Retrieve every line from the records in which the word "SectionState" occurs.
*** Working data ***
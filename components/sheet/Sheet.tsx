/**
 * The builder's sheet: one printable page set for a section and its results. Pure presentation over
 * the snapshot, the results of solveSection (the same code path as `dewline solve`) and the Glaser
 * outcomes. Every headline number is also on a data- attribute at full precision, for tests.
 */
import { Caution } from '@/components/Caution';
import { glaserChartSvg } from '@/lib/render/glaser-chart';
import { renderSectionSvg } from '@/lib/render/svg';
import type { CutOutcome } from '@/lib/moisture/cut';
import type { Material } from '@/lib/materials/material';
import { resolveSection } from '@/lib/section/resolve';
import type { SectionSnapshot } from '@/lib/section/schema';
import type { SectionResults, SurfaceState } from '@/lib/thermal/types';
import { formatLength, formatQuantity, type UnitSystem } from '@/lib/units';

export interface SheetMeta {
  /** Where the section came from: a template name, "file", or the room. */
  source: string;
  roomName: string | null;
  /** Date of the sheet, ISO yyyy-mm-dd (UTC). */
  date: string;
  /** Changes recorded in the document (sum of its Yjs state vector). */
  revision: number;
  units: UnitSystem;
  paper: 'a4' | 'letter';
}

const STATE_TEXT: Record<SurfaceState, string> = { fine: 'fine', 'mould risk': 'mould risk (surface RH ≥ 80 % at the coldest-month mean)', condensation: 'condensation (below the design-day dew point)' };
const STATE_MARK: Record<SurfaceState, string> = { fine: '○', 'mould risk': '◇', condensation: '✕' };

/**
 * Drawing scale for the page: the largest common scale (smallest N) at which the drawing fits 160 mm wide and
 * 175 mm high, so that with its 2 x 6.35 mm padding it stays inside the printable width of A4 and Letter
 * (186 mm with 12 mm margins) and prints at true scale.
 */
export function sheetScale(width: number, height: number): number {
  for (const n of [5, 10, 20, 25, 50, 100, 200]) if ((width * 1000) / n <= 160 && (height * 1000) / n <= 175) return n;
  return 500;
}

export const SHEET_CAUTIONS = [
  'This sheet is a screening aid for steady two-dimensional heat flow under the stated conditions, not a design approval.',
  'Frost protection of footings and shallow foundations: local codes govern.',
  'Radon and soil gas control: local codes and licensed professionals govern.',
  'Foam plastic insulation left exposed inside a building needs a thermal barrier or ignition barrier as local codes require.',
  'Drainage, damp-proofing and waterproofing are not checked here; follow local codes and manufacturers\' instructions.',
  'Structure (footings, walls, anchorage, bearing of insulation under load) is outside this check: licensed professionals govern.',
  'Mould and condensation also depend on air leakage, moisture sources, built-in moisture and time.',
];
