function stateOf(snapshot: SectionSnapshot, version: number): SectionState {
  const resolved = resolveSection(snapshot);
  const hits: HitSolid[] = resolved.solids.map((s) => ({ partId: s.partId, polygon: s.polygon, box: boxOf(s.polygon) }));
  return { snapshot, resolved, hits, version };
}

export interface ControllerOptions {
  readOnly?: boolean;
  system?: UnitSystem;
  onPreview?: (s: SectionState) => void;
}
*** End of Working data ***
■ Answer for this exercise:
function stateOf(snapshot: SectionSnapshot, version: number): SectionState {
  onPreview?: (s: SectionState) => void;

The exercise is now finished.